** Exercise aim **
Beginning with the first line of the data below, extract each line up to and including the one containing "from collections.abc import Mapping". Copy them exactly and add nothing.

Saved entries
-- Opening Marker --

"""`lagfield.run(path)`: the whole job of a run file — read and check the tracks, compute
the fields (and spectra), assemble SPEC's tables and hand them to the exporters."""

from __future__ import annotations

import contextlib
import time
from collections.abc import Mapping
from pathlib import Path

import pandas as pd

from . import config as config_module
from .budget import check_memory
from .detectors import detector_tables
from .distributed import check_scheduler_address, check_workers
from .engine import FieldSettings, TrackEnds, compute_fields, group_windows
from .errors import ConfigError, DetectorError
from .fluence import fluence_table
from .observers import build_group
from .outputs import guarded, open_output, result_bytes
from .registry import get_registry
from .resolution import ResolutionAudit, ShortTracks
from .signals import Signals
from .spectra import SpectrumSettings, frequency_list
from .summary import run_summary
from .tables import fields_table, spectra_table
from .tracks import open_tracks


def settings_from(config):
    """(FieldSettings, SpectrumSettings or None) of a RunConfig."""
    spectrum = None
    if config.spectrum is not None:
        s = config.spectrum
        spectrum = SpectrumSettings(frequency_list(s.start_hz, s.stop_hz, s.count, s.spacing),
                                    coherent=s.coherent, taper=s.taper)
    fields = FieldSettings(step_s=config.time.step_s, start_s=config.time.start_s,
                           stop_s=config.time.stop_s, align=config.time.align,
                           far_field=config.far_field, degree=config.motion.degree,
                           extend=config.motion.extend, smoothing_m=config.motion.smoothing_m,
                           u_offset_s=config.tracks.u_offset_s,
                           max_frequency_hz=None if spectrum is None
                           else float(spectrum.frequencies_hz.max()))
    return fields, spectrum


def load_run(source, base_dir=None):
    """(RunConfig, path of the run file or None) of `source`: a run file's path, or its
    content as a dict (as tomllib reads it), whose relative paths resolve against
    `base_dir` (default: the current directory)."""
    if isinstance(source, Mapping):
        base = Path.cwd() if base_dir is None else Path(base_dir)
        return config_module.parse(dict(source), base_dir=base.resolve()), None
    if base_dir is not None:
        raise ConfigError("base_dir applies to a run given as a dict; the paths in a run "
                          "file are relative to the run file")
    return config_module.load(source), Path(source)


def placement(workers, scheduler, compute) -> tuple:
    """(workers, scheduler) of a run, at most one of them set: values given here (the
    command line's) override the run file's [compute]."""
    if workers is not None and scheduler is not None:
        raise ConfigError("give either workers or a scheduler address, not both")
    if workers is not None:
        return check_workers(workers, "workers"), None
    if scheduler is not None:
        return None, check_scheduler_address(scheduler, "scheduler")
    if compute.workers is not None and compute.scheduler is not None:
        raise ConfigError("[compute]: give either workers or scheduler, not both")
    return compute.workers, compute.scheduler


def _counter(progress, total: int):
    """An advance(n) callback that reports progress(done, total), or None."""
    if progress is None:
        return None
    done = 0
    progress(done, total)

    def advance(n: int) -> None:
        nonlocal done
        done += n
        progress(done, total)

    return advance


@guarded  # the output directory is released (and its lock) however the run ends
def run(source, *, base_dir=None, overwrite: bool = False, write: bool = True,
        workers: int | None = None, scheduler: str | None = None, progress=None,
        registry=None) -> Signals:
    """Run the job of a run file and return its tables as a Signals (pandas DataFrames);
    when `write`, also write them to [output] dir through the exporters.

    source: the run file's path, or its content as a dict, whose relative paths then
    resolve against `base_dir` (default: the current directory).
    workers (local processes) or scheduler (a Dask scheduler address) override the run
    file's [compute]; give at most one.
    progress(done, total): called as the fields advance, counting particles × observer
    groups (a particle done for one group is one unit).
    """
    started = time.perf_counter()
    timings = {}
    config, run_file = load_run(source, base_dir)
    workers, scheduler = placement(workers, scheduler, config.compute)
    registry = registry or get_registry()
    exporters = [registry.exporter_info(name) for name in config.output.formats] if write else []
    target = open_output(config.output.dir, overwrite=overwrite) if write else None
    groups = [build_group(observer) for observer in config.observers]
    options = dict(config.tracks.read_options(), min_samples=2, registry=registry)
    collected = TrackEnds()  # gathered during the validation pass: no pass of its own
    audits = (ShortTracks(config.motion.degree), ResolutionAudit(config.motion.degree))

    def visit(track):
        collected.add(track)
        for audit in audits:
            audit.add(track)

    with contextlib.ExitStack() as cluster:
        client = None
        if workers is not None or scheduler is not None:
            from .distributed import connect, start_warm_up

            t0 = time.perf_counter()
            client = cluster.enter_context(connect(workers, scheduler))
            warming = start_warm_up(client)  # the workers load the engine meanwhile
            timings["cluster_s"] = time.perf_counter() - t0
        tracks = open_tracks(config.tracks.path, visit=visit, **options)
        tracks.warnings = [w for audit in audits for w in audit.warnings()]
        ends, particle_ids = collected.ends(), collected.ids()
        timings["read_s"] = time.perf_counter() - started - timings.get("cluster_s", 0.0)
        settings, spectrum = settings_from(config)
        windows = group_windows(groups, ends, settings)
        check_memory(groups, windows, settings, spectrum)  # before any grid is allocated
        if target is not None:  # a full disk is found before the computation
            target.check_space(result_bytes(windows, config.spectrum.count if config.spectrum
                                            else 0, config.output.formats))
        advance = _counter(progress, len(tracks) * len(groups))
        t0 = time.perf_counter()
        if workers is None and scheduler is None:
            results = compute_fields(tracks, groups, settings, spectrum=spectrum,
                                     windows=windows, progress=advance)
        else:
            from .distributed import compute_distributed

            read_options = {k: v for k, v in options.items() if k != "registry"}
            per_chunk = None if advance is None else (lambda n: advance(n * len(groups)))
            results = compute_distributed(client, config.tracks.path, read_options,
                                          particle_ids, groups, settings, spectrum=spectrum,
                                          windows=windows, chunk=config.compute.chunk,
                                          n_rows=tracks.n_rows,
                                          progress=per_chunk)  # n particles of a chunk
            del warming  # done before the field tasks
        timings["compute_s"] = time.perf_counter() - t0
    # the cluster is closed: its work is done
    observers = pd.concat([group.table() for group in groups], ignore_index=True)
    spectra = None
    if spectrum is not None:
        spectra = spectra_table([r.spectra for r in results])
    signals = Signals(observers=observers, fields=fields_table(results), spectra=spectra,
                      fluence=fluence_table(results))
    if config.detectors:  # checked against the signal now, before anything is written
        t0 = time.perf_counter()
        by_group = {result.group.name: result for result in results}
        try:
            signals.voltages, signals.digitized = detector_tables(config.detectors, by_group)
        except DetectorError as exc:
            raise DetectorError(f"{run_file or 'run'}: {exc}") from None
        timings["detectors_s"] = time.perf_counter() - t0
    timings["total_s"] = time.perf_counter() - started
    signals.summary = run_summary(run_file, config, tracks=tracks, results=results,
                                  registry=registry, exporters=exporters, timings=timings,
                                  output=target)
    if target is not None:
        target.commit(signals, exporters, config.plugins)
    return signals
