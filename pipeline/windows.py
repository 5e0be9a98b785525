"""Observer time windows: from the first and last sample of every track to each group's
time grid (SPEC's default window, or the run's start and stop)."""

from __future__ import annotations

import numpy as np

from .errors import ObserverError

ARRIVALS_PER_PASS = 4_000_000  # tracks × points of arrival times held at once


def arrival_times(geometry, positions_m, times_s) -> np.ndarray:
    """(M, P) observer times at the points of an observers.Geometry of light emitted at
    (times_s (M,), positions_m (M, 3))."""
    return times_s[:, None] + geometry.light_delay_s(positions_m)


def time_window(group, ends, settings):
    """(start_s (P,), n_bins (P,)) of the group's time grid (settings: engine.FieldSettings).
    `ends` holds the first and last sample of every track: (t_first (M,), r_first (M, 3),
    t_last (M,), r_last (M, 3))."""
    step = settings.step_s
    t_first, r_first, t_last, r_last = ends
    geometry = group.geometry(settings.far_field)
    earliest = np.full(group.n_points, np.inf)
    latest = np.full(group.n_points, -np.inf)
    rows = max(1, ARRIVALS_PER_PASS // group.n_points)  # memory bounded at any bunch size
    for lo in range(0, t_first.size, rows):
        part = slice(lo, lo + rows)
        np.minimum(earliest, arrival_times(geometry, r_first[part], t_first[part]).min(axis=0),
                   out=earliest)
        np.maximum(latest, arrival_times(geometry, r_last[part], t_last[part]).max(axis=0),
                   out=latest)
    if settings.align == "group":
        earliest = np.full_like(earliest, earliest.min())
        latest = np.full_like(latest, latest.max())
    if settings.start_s is None:
        start = np.floor(earliest / step) * step
    else:
        start = np.full(group.n_points, settings.start_s)
    stop = latest if settings.stop_s is None else np.full(group.n_points, settings.stop_s)
    bins = np.floor((stop - start) / step * (1.0 + 1e-12) + 1e-9)
    n_bins = np.minimum(bins, 2.0**62).astype(np.int64) + 1  # no overflow: budget.py refuses
    return start, np.maximum(n_bins, 1)


class TrackEnds:
    """Collects the first and last sample and the id of every track it is shown
    (`add(track)`), for the default window and for cutting particles into chunks: 64 bytes
    per track in arrays grown by doubling (copies: no view keeps a track's arrays alive)."""

    def __init__(self):
        self._count = 0
        self._rows = np.empty((1024, 8))  # t_first, r_first (3), t_last, r_last (3)
        self._ids = np.empty(1024, dtype=np.int64)

    def add(self, track) -> None:
        if self._count == self._ids.size:
            self._rows = np.concatenate([self._rows, np.empty_like(self._rows)])
            self._ids = np.concatenate([self._ids, np.empty_like(self._ids)])
        row = self._rows[self._count]
        row[0] = track.t_s[0]
        row[1:4] = track.position_m[0]
        row[4] = track.t_s[-1]
        row[5:8] = track.position_m[-1]
        self._ids[self._count] = track.particle
        self._count += 1

    def ends(self):
        """(t_first (M,), r_first (M, 3), t_last (M,), r_last (M, 3))."""
        rows = self._rows[:self._count]
        return (rows[:, 0].copy(), rows[:, 1:4].copy(), rows[:, 4].copy(), rows[:, 5:8].copy())

    def ids(self) -> np.ndarray:
        return self._ids[:self._count].copy()


def track_ends(tracks, *, with_ids: bool = False):
    """(t_first, r_first, t_last, r_last) of every track, for the default window, in one
    pass over `tracks`; with_ids: also the particle ids, as ((...), ids)."""
    collected = TrackEnds()
    for track in tracks:
        collected.add(track)
    return (collected.ends(), collected.ids()) if with_ids else collected.ends()


def group_windows(groups, ends, settings):
    """[(start_s (P,), n_bins (P,)) per group]: the time grids, from the tracks' ends."""
    for group in groups:
        if group.n_points == 0:
            raise ObserverError(f"observer group '{group.name}' has no points")
    return [time_window(group, ends, settings) for group in groups]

-- Closing Marker --

** Answer section **
"""`lagfield.run(path)`: the whole job of a run file — read and check the tracks, compute
the fields (and spectra), assemble SPEC's tables and hand them to the exporters."""

from __future__ import annotations

import contextlib
import time
from collections.abc import Mapping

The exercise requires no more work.